The return value of `UniversalHashable.uhash()` can be either

* the *universal hash* of `pre_uhash` and `instance_nonce` when `instance_nonce`
  is provided on instantiation
* equal to `pre_uhash` when `instance_nonce` is NOT provided on instantiation

The value of `UniversalHashable.pre_uhash` can be either

* provided on instantiation
* the *universal hash* of `UniversalHashable.class_nonce` and the return value of `UniversalHashable.data_uhash()`

The value of `UniversalHashable.class_nonce` is the *universal hash* of

* the class full qualifier name
* `UniversalHashable.version`
* `UniversalHashable.class_nonce` of the base class

Variable
++++++++

The return value of  `Variable.data_uhash()` is `Variable.value` or `None` when hashing is disabled.

The `Variable.data_proxy` provides read-write access to the `Variable` data in external storage.

A `DataProxy` generates a `DataUri` for a root URI and a `UniversalHashable` (in this case a `Variable`).

For example when the root URI is `"/tmp/dataset_name.nx?path=scan_name/task_results/var1"` then the
`DataUri` will look like this

* `.json:///tmp/dataset_name/scan_name/task_results/var1/6872c154c80bfcda0a9a769e3c1b4c85b8a56ad8d022d5c5da3ef9c036bc1e01.json`
* `.nexus:///tmp/dataset_name.nx?path=scan_name/task_results/var1/6872c154c80bfcda0a9a769e3c1b4c85b8a56ad8d022d5c5da3ef9c036bc1e01`

Example:
++++++++

A task which takes a single integer as input and an array as output

.. code:: python

  class MyTask(Task, input_names=["N"], output_names=["array"]):

    def run(self):
      self.outputs.array = random(self.inputs.N)
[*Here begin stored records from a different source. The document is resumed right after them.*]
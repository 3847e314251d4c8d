"""Which front designs `ampfront check` verifies: all, each topology's knee, its extremes, N spread along
it, or designs by name.

The knee is the design nearest the ideal corner of the topology's front once every objective is scaled to
0..1 over that front (log objectives on a log scale, as the search sees them); an extreme is the best
design on one objective. Chosen per topology by default, so no topology's corners go unverified because
another topology's designs crowd the front.
"""

from __future__ import annotations

import numpy as np
import pandas as pd

from ampfront.topologies.catalog import OBJECTIVES

CHOICES = ("all", "knee", "extremes")


class SelectionError(ValueError):
    """A --designs value that names nothing in the front."""


def _scaled(front: pd.DataFrame, objectives) -> np.ndarray:
    """Objectives as columns to minimise, each scaled to 0..1 over `front`."""
    columns = []
    for name in objectives:
        o = OBJECTIVES[name]
        v = pd.to_numeric(front[o.metric], errors="coerce").to_numpy(float)
        if o.log:
            v = np.log10(np.where(v > 0, v, np.nan))
        if o.sense == "max":
            v = -v
        low, high = np.nanmin(v), np.nanmax(v)
        columns.append((v - low) / (high - low) if high > low else np.zeros_like(v))
    return np.nan_to_num(np.column_stack(columns), nan=1.0)


def knee(front: pd.DataFrame, objectives) -> list[int]:
    if len(front) == 0:
        return []
    return [int(np.argmin(np.linalg.norm(_scaled(front, objectives), axis=1)))]


def extremes(front: pd.DataFrame, objectives) -> list[int]:
    if len(front) == 0:
        return []
    return sorted({int(np.argmin(column)) for column in _scaled(front, objectives).T})


def spread(n_rows: int, count: int) -> list[int]:
    """Evenly spaced rows (the table is sorted by an objective, so these walk along the front)."""
    count = max(1, min(count, n_rows))
    return sorted({round(i * (n_rows - 1) / max(count - 1, 1)) for i in range(count)})


def _count(front: pd.DataFrame, objectives, count: int) -> list[int]:
    """The knee and the extremes first, then evenly spread designs, `count` in all."""
    chosen: list[int] = []
    for i in knee(front, objectives) + extremes(front, objectives):
        if i not in chosen:
            chosen.append(i)
    chosen = chosen[:count]
    for n in range(count, len(front) + 1):
        if len(chosen) >= count:
            break
        for i in spread(len(front), n):
            if i not in chosen and len(chosen) < count:
                chosen.append(i)
    return sorted(chosen)


def choose(front: pd.DataFrame, objectives, designs: str, per_topology: bool = True) -> list[int]:
    """Row positions of `front` to verify, in front order. `designs`: all | knee | extremes | a count |
    comma-separated design names."""
    designs = designs.strip()
    if designs not in CHOICES and not designs.isdigit():
        names = [d.strip() for d in designs.split(",") if d.strip()]
        known = set(front["design"])
        unknown = [d for d in names if d not in known]
        if not names or unknown:
            raise SelectionError(f"designs of the front, by name (not {', '.join(unknown) or 'empty'})")
        return sorted(np.flatnonzero(front["design"].isin(names).to_numpy()).tolist())
    if designs.isdigit() and int(designs) < 1:
        raise SelectionError("at least one design")
    groups = ([np.flatnonzero((front["topology"] == t).to_numpy()) for t in front["topology"].unique()]
              if per_topology else [np.arange(len(front))])
    chosen: list[int] = []
    for rows in groups:
        part = front.iloc[rows].reset_index(drop=True)
        if designs == "all":
            local = list(range(len(part)))
        elif designs == "knee":
            local = knee(part, objectives)
        elif designs == "extremes":
            local = extremes(part, objectives)
        else:
            local = _count(part, objectives, int(designs))
        chosen += [int(rows[i]) for i in local]
    return sorted(chosen)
When instantiating `MyTask`, the following happens

.. code:: python

   self.input_variables = VariableContainer(value={"N": N})
   self.output_variables = VariableContainer(value={"array": self.MISSING_DATA},
                                             pre_uhash=input_variables,
                                             instance_nonce=self.class_nonce())
   self.pre_uhash = self.output_variables

The *universal hash* of the task is equal to the *universal hash* of the output container.

The input variable container instantiates this variable

.. code:: python

  input_variables["N"] = Variable(value=100000)
  # N is a `Variable` (task input in this case)
  # It’s value is 100000
  # It’s uhash is calculated from the value

The output variable container instantiates this variable

.. code:: python

  output_variables["array"] = Variable(value=output_variables.MISSING_DATA,
                                       pre_uhash=output_variables.pre_uhash,
                                       instance_nonce=(output_variables.instance_nonce, "array"))
  # array is a `Variable` (task output in this case)
  # It’s value is not yet defined (set in the `run` method)
  # It’s uhash is not calculated from the value but from the uhash of the task input container

This scheme ensures that the hash of a single output variable depends on all upstream inputs
and does not depend on its value . The output variables take the `MyTask.class_nonce()` as an
instance nonce to ensure that different tasks with identical upstream inputs produce.